◆ **Assignment**
Check each line of the material below for "summary". Report how many have it, with no other words.

^^^^^^^^^^^^^^^^

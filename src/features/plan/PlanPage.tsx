import { useState } from "react";
import { Link, useSearchParams } from "react-router-dom";
import { useQuery } from "@tanstack/react-query";
import { Page, Section } from "../../components/Page.tsx";
import { DataTable, pagedTableProps, useListParams, type Column } from "../../components/DataTable.tsx";
import { Button } from "../../components/Button.tsx";
import { Select } from "../../components/Form.tsx";
import { GradeBadge } from "../../components/GradeBadge.tsx";
import { ZoneBadge } from "../../components/ZoneBadge.tsx";
import { InspectionStatusPill, PriorityTag } from "../../components/InspectionBits.tsx";
import { EmptyState } from "../../components/EmptyState.tsx";
import { CalendarFeedPanel } from "../../components/CalendarFeedPanel.tsx";
import { apiUrl } from "../../lib/api.ts";
import type { Finding, Inspection, InspectionCandidate } from "../../lib/contracts.ts";
import { formatDate, formatDateTime } from "../../lib/format.ts";
import { parseGrade } from "../../lib/grades.ts";
import { inspectionParam, isOverdue, outcomeLabel, STATUS_LABEL } from "../../lib/inspections.ts";
import { useSession } from "../../lib/session.ts";
import { candidatesQueryOptions, inspectionsQueryOptions, techniciansQueryOptions } from "./api/inspections.ts";
import { ScheduleDialog } from "./ScheduleDialog.tsx";
import { InspectionDialog } from "./InspectionDialog.tsx";
import { MonthView } from "./MonthView.tsx";
import { formatMonthParam, parseMonth } from "./calendar.ts";

export default function PlanPage() {
  const [scheduling, setScheduling] = useState<{ finding: Finding | null } | null>(null);
  // The row clicked, shown at once while the dialog loads the detail.
  const [seed, setSeed] = useState<Inspection | null>(null);
  const list = useListParams({ pageSize: 25, sort: "dueDate", filters: ["status", "assigneeId"] });
  const [sp, setSp] = useSearchParams();
  // `?inspection=<id>` (a row, the month view, or the link in a mail or calendar entry) opens that inspection's dialog.
  const openedId = inspectionParam(sp);
  const setOpened = (i: Inspection | null) => {
    setSeed(i);
    setSp((prev) => {
      const n = new URLSearchParams(prev);
      if (i) n.set("inspection", String(i.id));
      else n.delete("inspection");
      return n;
    }, { replace: true });
  };
  const view = sp.get("view") === "month" ? "month" : "list";
  const { year, month } = parseMonth(sp.get("month"));
  const technicians = useQuery(techniciansQueryOptions());
  const { can } = useSession();

  const setView = (v: "list" | "month") =>
    setSp((prev) => {
      const n = new URLSearchParams(prev);
      if (v === "list") n.delete("view");
      else n.set("view", v);
      return n;
    }, { replace: true });
  const shiftMonth = (delta: number) =>
    setSp((prev) => {
      const n = new URLSearchParams(prev);
      n.set("month", formatMonthParam(year, month + delta));
      return n;
    }, { replace: true });

  const exportFilters = { status: list.filters.status, assigneeId: list.filters.assigneeId };
  return (
    <Page
      title="Plan"
      description="Open findings that need someone on site, and the inspections planned for them."
      wide
      actions={
        <>
          <a className="rounded-md border border-line-strong bg-surface px-3 py-1.5 font-medium text-ink no-underline hover:bg-sunken" href={apiUrl("/inspections.csv", exportFilters)} download>
            Export CSV
          </a>
          <a className="rounded-md border border-line-strong bg-surface px-3 py-1.5 font-medium text-ink no-underline hover:bg-sunken" href={apiUrl("/inspections.ics", exportFilters)} download>
            Calendar file (.ics)
          </a>
          <Button variant="primary" onClick={() => setScheduling({ finding: null })}>
            Schedule inspection
          </Button>
        </>
      }
    >
      <div className="flex flex-col gap-6">
        <NeedsAction onSchedule={(f) => setScheduling({ finding: f })} />

        <Section
          title="Inspections"
          actions={
            <div role="group" aria-label="View" className="inline-flex overflow-hidden rounded-md border border-line-strong">
              {(["list", "month"] as const).map((v) => (
                <button key={v} type="button" aria-pressed={view === v} onClick={() => setView(v)} className={`px-3 py-1 text-caption font-medium ${view === v ? "bg-brand text-brand-ink" : "bg-surface text-ink-muted hover:bg-sunken"}`}>
                  {v === "list" ? "List" : "Month"}
                </button>
              ))}
            </div>
          }
        >
          <div className="mb-3 flex flex-wrap items-end gap-3">
            <label className="flex flex-col gap-1 text-caption text-ink-muted">
              Status
              <Select value={list.filters.status} onChange={(e) => list.setFilter("status", e.target.value)} className="w-40">
                <option value="">All</option>
                {Object.entries(STATUS_LABEL).map(([v, l]) => (
                  <option key={v} value={v}>{l}</option>
                ))}
              </Select>
            </label>
            <label className="flex flex-col gap-1 text-caption text-ink-muted">
              Technician
              <Select value={list.filters.assigneeId} onChange={(e) => list.setFilter("assigneeId", e.target.value)} className="w-48">
                <option value="">Everyone</option>
                {technicians.data?.map((t) => (
                  <option key={t.id} value={t.id}>{t.name}</option>
                ))}
              </Select>
            </label>
          </div>
          {view === "list" ? (
            <InspectionList list={list} onOpen={setOpened} />
          ) : (
            <MonthView year={year} month={month} filters={list.filters} onMonth={shiftMonth} onOpen={setOpened} />
          )}
        </Section>

        {can("calendar.subscribe") && <CalendarFeedPanel className="max-w-2xl" />}
      </div>

      <ScheduleDialog open={!!scheduling} finding={scheduling?.finding} onClose={() => setScheduling(null)} />
      <InspectionDialog inspectionId={openedId} initial={seed} onClose={() => setOpened(null)} />
    </Page>
  );
}

/** The finding behind a candidate, in the shape the schedule form takes. */
function candidateFinding(c: InspectionCandidate): Finding {
  return {
    id: c.findingId,
    assetId: c.assetId,
    assetTag: c.assetTag,
    assetName: c.assetName,
    siteId: c.siteId,
    siteName: c.siteName,
    kind: c.kind,
    level: c.level,
    previousLevel: null,
    summary: c.summary,
    status: c.status,
    createdAt: c.createdAt,
    takenAt: null,
    captureId: null,
    analysisId: null,
    loadPct: null,
    criticality: c.criticality,
    verdicts: [],
  };
}

const VERDICT_STATE: Record<string, string> = { open: "waiting for a verdict", confirmed: "confirmed", remeasure: "re-measure asked" };

function NeedsAction({ onSchedule }: { onSchedule: (f: Finding) => void }) {
  const [page, setPage] = useState(1);
  const q = useQuery(candidatesQueryOptions());
  const pageSize = 10;
  const rows = q.data?.slice((page - 1) * pageSize, page * pageSize);
  const level = (c: InspectionCandidate) => (parseGrade(c.level) ? <GradeBadge compact grade={c.level} /> : <ZoneBadge zone={c.level} withWord />);
  const schedule = (c: InspectionCandidate) => <Button size="sm" variant="primary" onClick={() => onSchedule(candidateFinding(c))}>Schedule</Button>;
  // On a phone (below sm) the row stacks into its Finding cell: motor, condition, suggestion and Schedule with it,
  // so nothing needs a sideways scroll to be reached.
  const columns: Column<InspectionCandidate>[] = [
    { id: "motor", header: "Motor", cell: (c) => (<span><Link to={`/motors/${c.assetId}`} className="num font-medium">{c.assetTag}</Link> <span className="text-ink-muted">{c.assetName}</span></span>), hideBelow: "sm" },
    { id: "site", header: "Site", cell: (c) => c.siteName, hideBelow: "md" },
    { id: "level", header: "Now", cell: level, hideBelow: "sm" },
    {
      id: "summary",
      header: "Finding",
      cell: (c) => (
        <div className="flex flex-col gap-1 sm:block">
          <p className="flex flex-wrap items-center gap-x-2 gap-y-1 sm:hidden">
            <Link to={`/motors/${c.assetId}`} className="num font-medium">{c.assetTag}</Link>
            <span className="text-ink-muted">{c.assetName}</span>
            {level(c)}
          </p>
          <span className="line-clamp-2">{c.summary}</span>
          {c.earlierFindings.length > 0 && (
            <p className="text-caption text-ink-muted">
              Also covers {c.earlierFindings.length === 1 ? "an earlier finding" : `${c.earlierFindings.length} earlier findings`}:{" "}
              {c.earlierFindings.map((e) => `${e.level} (${formatDate(e.createdAt)})`).join(", ")}
            </p>
          )}
          {c.openInspections.map((i) => (
            <p key={i.id} className="text-caption text-ink-muted">
              Already open on this motor: {i.title} ({i.status === "in_progress" ? "in progress" : i.status}, due <span className="num">{formatDate(i.dueDate)}</span>)
            </p>
          ))}
          <div className="flex flex-wrap items-center justify-between gap-2 sm:hidden">
            <span className="text-caption text-ink-muted">
              Suggested: <PriorityTag priority={c.suggestedPriority} />
            </span>
            {schedule(c)}
          </div>
        </div>
      ),
    },
    { id: "state", header: "Verdict", cell: (c) => <span className="text-caption text-ink-muted">{VERDICT_STATE[c.status] ?? c.status}</span>, hideBelow: "lg" },
    { id: "raised", header: "Raised", cell: (c) => <span className="num text-caption text-ink-muted">{formatDateTime(c.createdAt)}</span>, hideBelow: "md" },
    { id: "suggest", header: "Suggested", cell: (c) => <PriorityTag priority={c.suggestedPriority} />, hideBelow: "sm" },
    { id: "act", header: <span className="sr-only">Action</span>, cell: schedule, hideBelow: "sm" },
  ];
  return (
    <Section title="Needs action">
      <DataTable
        caption="Findings without an open inspection"
        columns={columns}
        rows={rows}
        rowKey={(c) => c.findingId}
        total={q.data?.length}
        page={page}
        pageSize={pageSize}
        onPageChange={setPage}
        loading={q.isPending}
        error={q.error}
        empty={<EmptyState title="Nothing needs action">A finding appears here when a motor's rotor grade or vibration zone gets worse, until an inspection is planned for it.</EmptyState>}
      />
    </Section>
  );
}

function InspectionList({ list, onOpen }: { list: ReturnType<typeof useListParams>; onOpen: (i: Inspection) => void }) {
  const q = useQuery(inspectionsQueryOptions(list.query));
  const columns: Column<Inspection>[] = [
    { id: "due", header: "Due", sortKey: "dueDate", cell: (i) => <span className={`num ${isOverdue(i) ? "font-semibold text-danger" : ""}`}>{formatDate(i.dueDate)}{isOverdue(i) && <span className="ml-1 font-sans text-caption">overdue</span>}</span> },
    { id: "motor", header: "Motor", sortKey: "assetTag", cell: (i) => <span className="num font-medium">{i.assetTag ?? `#${i.assetId}`}</span>, hideBelow: "sm" },
    {
      id: "title",
      header: "Inspection",
      sortKey: "title",
      cell: (i) => (
        <span className="flex flex-col gap-0.5">
          {/* on a phone the motor and priority come with the title (their columns are hidden there) */}
          <span className="num text-caption font-medium sm:hidden">{i.assetTag ?? `#${i.assetId}`}</span>
          <span>{i.title}</span>
          <span className="sm:hidden"><PriorityTag priority={String(i.priority)} /></span>
        </span>
      ),
    },
    { id: "assignee", header: "Technician", sortKey: "assigneeName", cell: (i) => i.assigneeName ?? <span className="text-ink-faint">Nobody</span>, hideBelow: "md" },
    { id: "priority", header: "Priority", sortKey: "priority", cell: (i) => <PriorityTag priority={String(i.priority)} />, hideBelow: "sm" },
    {
      id: "status",
      header: "Status",
      sortKey: "status",
      cell: (i) => (
        <span className="flex flex-col items-start gap-0.5">
          <InspectionStatusPill status={i.status} />
          {i.outcome && <span className="text-caption text-ink-muted">{outcomeLabel(i.outcome)}</span>}
          {i.attachments?.length ? <span className="text-caption text-ink-muted">{i.attachments.length === 1 ? "1 file" : `${i.attachments.length} files`}</span> : null}
        </span>
      ),
    },
  ];
  return (
    <DataTable
      caption="Inspections"
      {...pagedTableProps(list, q)}
      columns={columns}
      rowKey={(i) => i.id}
      onRowClick={onOpen}
      empty={<EmptyState title="No inspections match">Schedule one from a finding above, or change the filters.</EmptyState>}
    />
  );
}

^^^^^^^^^^^^^^^^

◆ **Solution**
3